# Jigsaw Puzzles Wondering



## PreciousDove (Sep 11, 2022)

If you put a jigsaw puzzle together what is the largest one that you have done?
What was it a picture of? Did you do it alone?
Are there any pictures that you would like to do?


----------



## hollydolly (Sep 12, 2022)

I'm afraid I always have a sad story about stuff.. and this is no different.

When I was a teen, I got 1000 piece Jigsaw puzzle.. It was Vase with flowers, so it was really difficult to do because there was so many similar colours. There was nowhere in our house where I could do a jigsaw, so I did it on an unused suitcase.. and slid it under the sofa each time I'd completed some.. I'd come home from work and do a little bit, every night.. 

It had taken me almost 2 weeks to get near the end, and  I only had a little bit to go to complete it.. and I came home to find that my abusive father, had taken the jigsaw and broken it all up... just because he wanted to...  I was just so upset, but he was daring me to say something, and I wouldn;t give him the satisfaction

I never again attempted anything else in that house ... but for many years after I got my own home I would regularly complete 500 or 1000 piece jigsaws. Any bigger than that and I would lose patience and not complete it..


----------



## officerripley (Sep 12, 2022)

hollydolly said:


> I'm afraid I always have a sad story about stuff.. and this is no different.
> 
> When I was a teen, I got 1000 piece Jigsaw puzzle.. It was Vase with flowers, so it was really difficult to do because there was so many similar colours. There was nowhere in our house where I could do a jigsaw, so I did it on an unused suitcase.. and slid it under the sofa each time I'd completed some.. I'd come home from work and do a little bit, every night..
> 
> ...


So sorry you went through stuff like this, Holly. Your father sounds like my Huzz's father: one time he arrived home & tore apart the Christmas tree that Huzz's mom had worked so hard to decorate just because he wanted to. And he wasn't like that because he'd been abused himself or anything; in fact, he was spoiled rotten growing up. Sometimes I really wonder about the human race...


----------



## Sunny (Sep 12, 2022)

To get back to the original topic, my daughters and I love doing jigsaw puzzles. We trade them with each other when we finish them, sending them in the mail as we live far apart from each other. We mostly use the White Mountain Puzzles, always 1000 pieces, and like the ones with interesting subjects. I recently did one about all the special "days," such as National Pizza Day. That one was fun. And I like the ones about decades, such as The Sixties, showing movie stars and rock idols of the era, plus some political figures.
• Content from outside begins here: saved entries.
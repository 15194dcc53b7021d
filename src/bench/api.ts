/**
 * API benchmark (`npm run bench:api`, docs/decisions/028-api-speed.md):
 * the HTTP API under load, as a team feels it. Against a running
 * production build (HETEROLANE_BENCH_URL; src/ops/bench-api.sh starts a
 * throwaway one when it is not set) holding the demo seed (`npm run
 * db:seed`), it signs in the four demo people twice each over the auth
 * API (eight sessions, spread over the connections) and runs, after a
 * warm-up:
 *
 * 1. `POST /api/v1/check` of the demo plan from 50 connections for 30 s:
 *    p95 ≤ 150 ms, and at least 3 × the throughput measured before this
 *    work (BEFORE_CHECK_RPS below);
 * 2. `GET /api/v1/missions/:id` of the demo mission from 50 connections
 *    for 30 s: p95 ≤ 100 ms;
 * 3. the same GET at a steady rate (INTERFERENCE_RATE requests/s from 10
 *    connections, well inside what the server can serve), once alone and
 *    once while a plan at the format's limits (64 chains, 256 channels;
 *    limits-plan.ts) is checked back to back by one more client: its p95
 *    may rise by at most 20 %.
 *
 * Every latency is the time autocannon measured for each answer; the
 * percentiles are computed here from all of them. Each figure is printed
 * with its target and PASS or MISS, the load average beside it (the
 * machine may be shared). Any answer that is not 200 counts as an error
 * and fails its line. Durations: HETEROLANE_BENCH_SECONDS (default 30) for
 * runs 1 and 2, half of it for each half of run 3.
 *
 * All data here is invented demo data.
 */
import { loadavg } from "node:os";
import autocannon from "autocannon";
import { DEMO_PASSWORD, DEMO_PEOPLE } from "@/server/seed/demo-people";
import { DEMO_MISSION_NAME, demoPlan } from "@db/seed/mission-demo-plan";
import { limitsPlan } from "./limits-plan";

/**
 * Throughput of `POST /api/v1/check` (demo plan, 50 connections, 30 s) on
 * the code before this work (commit 157dd27), measured with this script on
 * this machine at a load average of about 5.5, its best run of the day
 * (docs/calculations.md, "Speed of the API").
 */
const BEFORE_CHECK_RPS = 132.6;
const CHECK_P95_MS = 150;
const GET_P95_MS = 100;
const INTERFERENCE_RISE = 0.2;
/** Requests per second of the steady GET load in run 3. */
const INTERFERENCE_RATE = 40;

const base = (process.env.HETEROLANE_BENCH_URL ?? "http://localhost:3000").replace(/\/$/, "");
const seconds = Math.max(4, Number(process.env.HETEROLANE_BENCH_SECONDS ?? 30));

interface Run {
  label: string;
  latencies: number[];
  errors: number;
  statuses: Map<number, number>;
  seconds: number;
  load: string;
}

const load = () =>
  loadavg()
    .map((x) => x.toFixed(2))
    .join(" ");

function quantile(sorted: number[], q: number): number {
  if (sorted.length === 0) return Number.NaN;
  const i = Math.min(sorted.length - 1, Math.max(0, Math.ceil(q * sorted.length) - 1));
  return sorted[i]!;
}

/** Signs one demo person in through the auth API and returns the cookie header of the session. */
async function signIn(email: string): Promise<string> {
  const res = await fetch(`${base}/api/auth/sign-in/email`, {
    method: "POST",
    headers: { "content-type": "application/json", origin: base },
    body: JSON.stringify({ email, password: DEMO_PASSWORD }),
    redirect: "manual",
  });
  if (!res.ok) throw new Error(`sign-in of ${email} answered ${res.status}: ${await res.text()}`);
  const cookies = res.headers.getSetCookie().map((line) => line.split(";")[0]!);
  if (cookies.length === 0) throw new Error(`sign-in of ${email} set no cookie`);
  return cookies.join("; ");
}

async function getJson(path: string, cookie: string): Promise<unknown> {
  const res = await fetch(`${base}${path}`, { headers: { cookie } });
  if (!res.ok) throw new Error(`GET ${path} answered ${res.status}: ${await res.text()}`);
  return res.json();
}

interface LoadSpec {
  label: string;
  path: string;
  method: "GET" | "POST";
  body?: string;
  connections: number;
  duration: number;
  overallRate?: number;
}

/** One autocannon run; every connection carries one of the sessions (round robin). */
async function run(spec: LoadSpec, cookies: string[]): Promise<Run> {
  const latencies: number[] = [];
  const statuses = new Map<number, number>();
  let errors = 0;
  let next = 0;
  const headers: Record<string, string> = { origin: base };
  if (spec.body !== undefined) headers["content-type"] = "application/json";
  const loadBefore = load();
  const result = await new Promise<autocannon.Result>((resolve, reject) => {
    const instance = autocannon(
      {
        url: `${base}${spec.path}`,
        method: spec.method,
        body: spec.body,
        headers,
        connections: spec.connections,
        duration: spec.duration,
        ...(spec.overallRate ? { overallRate: spec.overallRate } : {}),
        setupClient: (client) => {
          client.setHeaders({ ...headers, cookie: cookies[next++ % cookies.length]! });
        },
      },
      (err, res) => (err ? reject(err) : resolve(res)),
    );
    instance.on("response", (_client, statusCode, _bytes, responseTime) => {
      latencies.push(responseTime);
      statuses.set(statusCode, (statuses.get(statusCode) ?? 0) + 1);
      if (statusCode !== 200) errors++;
    });
  });
  errors += result.errors + result.timeouts;
  latencies.sort((a, b) => a - b);
  return { label: spec.label, latencies, errors, statuses, seconds: spec.duration, load: `${loadBefore} → ${load()}` };
}

const verdict = (ok: boolean) => (ok ? "PASS" : "MISS");
const ms = (x: number) => `${x.toFixed(1)} ms`;

function describe(r: Run): string {
  const l = r.latencies;
  const rps = l.length / r.seconds;
  const codes = [...r.statuses].map(([c, n]) => `${c}×${n}`).join(" ");
  return (
    `${r.label}: ${rps.toFixed(1)} requests/s, p50 ${ms(quantile(l, 0.5))}, p95 ${ms(quantile(l, 0.95))}, ` +
    `p99 ${ms(quantile(l, 0.99))}, max ${ms(l[l.length - 1] ?? Number.NaN)}; answers ${codes || "none"}, errors ${r.errors}; ` +
    `load average ${r.load}`
  );
}

/** Posts `body` to /api/v1/check back to back until `stop` is set; returns the time of each check. */
async function checkLoop(body: string, cookie: string, stop: { done: boolean }): Promise<number[]> {
  const times: number[] = [];
  while (!stop.done) {
    const t = performance.now();
    const res = await fetch(`${base}/api/v1/check`, {
      method: "POST",
      headers: { "content-type": "application/json", origin: base, cookie },
      body,
    });
    await res.arrayBuffer();
    if (res.status !== 200) throw new Error(`the 256-channel check answered ${res.status}`);
    times.push(performance.now() - t);
  }
  return times;
}

async function main() {
  console.log(`bench:api against ${base}, ${seconds} s runs; load average at start ${load()}`);
  const cookies: string[] = [];
  for (let round = 0; round < 2; round++) for (const p of DEMO_PEOPLE) cookies.push(await signIn(p.email));
  const { missions } = (await getJson("/api/v1/missions", cookies[0]!)) as { missions: { id: string; name: string }[] };
  const demo = missions.find((m) => m.name === DEMO_MISSION_NAME);
  if (!demo) throw new Error(`the demo mission "${DEMO_MISSION_NAME}" is not there: run npm run db:seed first`);
  const demoBody = JSON.stringify(demoPlan());
  const bigBody = JSON.stringify(limitsPlan());
  const missionPath = `/api/v1/missions/${demo.id}`;

  const check = (duration: number, label: string) =>
    run({ label, path: "/api/v1/check", method: "POST", body: demoBody, connections: 50, duration }, cookies);
  const read = (duration: number, label: string) =>
    run({ label, path: missionPath, method: "GET", connections: 50, duration }, cookies);
  const steady = (duration: number, label: string) =>
    run(
      { label, path: missionPath, method: "GET", connections: 10, duration, overallRate: INTERFERENCE_RATE },
      cookies,
    );

  await check(3, "warm-up check");
  await read(3, "warm-up read");
  const bigStop = { done: false };
  const warmBig = checkLoop(bigBody, cookies[1]!, bigStop);
  await new Promise((r) => setTimeout(r, 1500));
  bigStop.done = true;
  await warmBig;

  const checked = await check(seconds, "POST /api/v1/check, demo plan, 50 connections");
  const reads = await read(seconds, "GET /api/v1/missions/:id, demo mission, 50 connections");
  const half = Math.max(2, Math.round(seconds / 2));
  const alone = await steady(half, `GET mission at ${INTERFERENCE_RATE}/s alone`);
  const stop = { done: false };
  const big = checkLoop(bigBody, cookies[1]!, stop);
  const beside = await steady(half, `GET mission at ${INTERFERENCE_RATE}/s beside 256-channel checks`);
  stop.done = true;
  const bigTimes = (await big).sort((a, b) => a - b);

  console.log("");
  for (const r of [checked, reads, alone, beside]) console.log(describe(r));
  console.log(
    `256-channel checks beside run 3: ${bigTimes.length} done, median ${ms(quantile(bigTimes, 0.5))}, max ${ms(bigTimes[bigTimes.length - 1] ?? Number.NaN)}`,
  );
  console.log("");

  const checkRps = checked.latencies.length / checked.seconds;
  const checkP95 = quantile(checked.latencies, 0.95);
  const readP95 = quantile(reads.latencies, 0.95);
  const aloneP95 = quantile(alone.latencies, 0.95);
  const besideP95 = quantile(beside.latencies, 0.95);
  const rise = besideP95 / aloneP95 - 1;
  const lines: [string, boolean][] = [
    [`POST /check p95 ${ms(checkP95)} (target ≤ ${CHECK_P95_MS} ms)`, checkP95 <= CHECK_P95_MS && checked.errors === 0],
    BEFORE_CHECK_RPS > 0
      ? [
          `POST /check ${checkRps.toFixed(1)} requests/s = ${(checkRps / BEFORE_CHECK_RPS).toFixed(2)} × before (${BEFORE_CHECK_RPS} requests/s; target ≥ 3 ×)`,
          checkRps >= 3 * BEFORE_CHECK_RPS && checked.errors === 0,
        ]
      : [`POST /check ${checkRps.toFixed(1)} requests/s (no figure from before recorded yet)`, false],
    [`GET mission p95 ${ms(readP95)} (target ≤ ${GET_P95_MS} ms)`, readP95 <= GET_P95_MS && reads.errors === 0],
    [
      `GET mission p95 beside 256-channel checks ${ms(besideP95)} vs alone ${ms(aloneP95)}: ${rise >= 0 ? "+" : ""}${(rise * 100).toFixed(1)} % (target ≤ +${INTERFERENCE_RISE * 100} %)`,
      rise <= INTERFERENCE_RISE && alone.errors === 0 && beside.errors === 0 && bigTimes.length > 0,
    ],
  ];
  for (const [text, ok] of lines) console.log(`${verdict(ok)}  ${text}`);
  console.log(`load average at the end ${load()}`);
}

main().catch((e: unknown) => {
  console.error(`bench:api failed: ${(e as Error).message}`);
  process.exit(1);
});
I think the puzzles are a fun way to relax. The only problem I have with them is that they take up my whole dining room table.


----------



## hollydolly (Sep 12, 2022)

Sunny said:


> To get back to the original topic, my daughters and I love doing jigsaw puzzles. We trade them with each other when we finish them, sending them in the mail as we live far apart from each other. We mostly use the White Mountain Puzzles, always 1000 pieces, and like the ones with interesting subjects. I recently did one about all the special "days," such as National Pizza Day. That one was fun. And I like the ones about decades, such as The Sixties, showing movie stars and rock idols of the era, plus some political figures.
> 
> I think the puzzles are a fun way to relax. The only problem I have with them is that they take up my whole dining room table.


The jigsaws I always bought until relatively recently were made by Ravenscroft


----------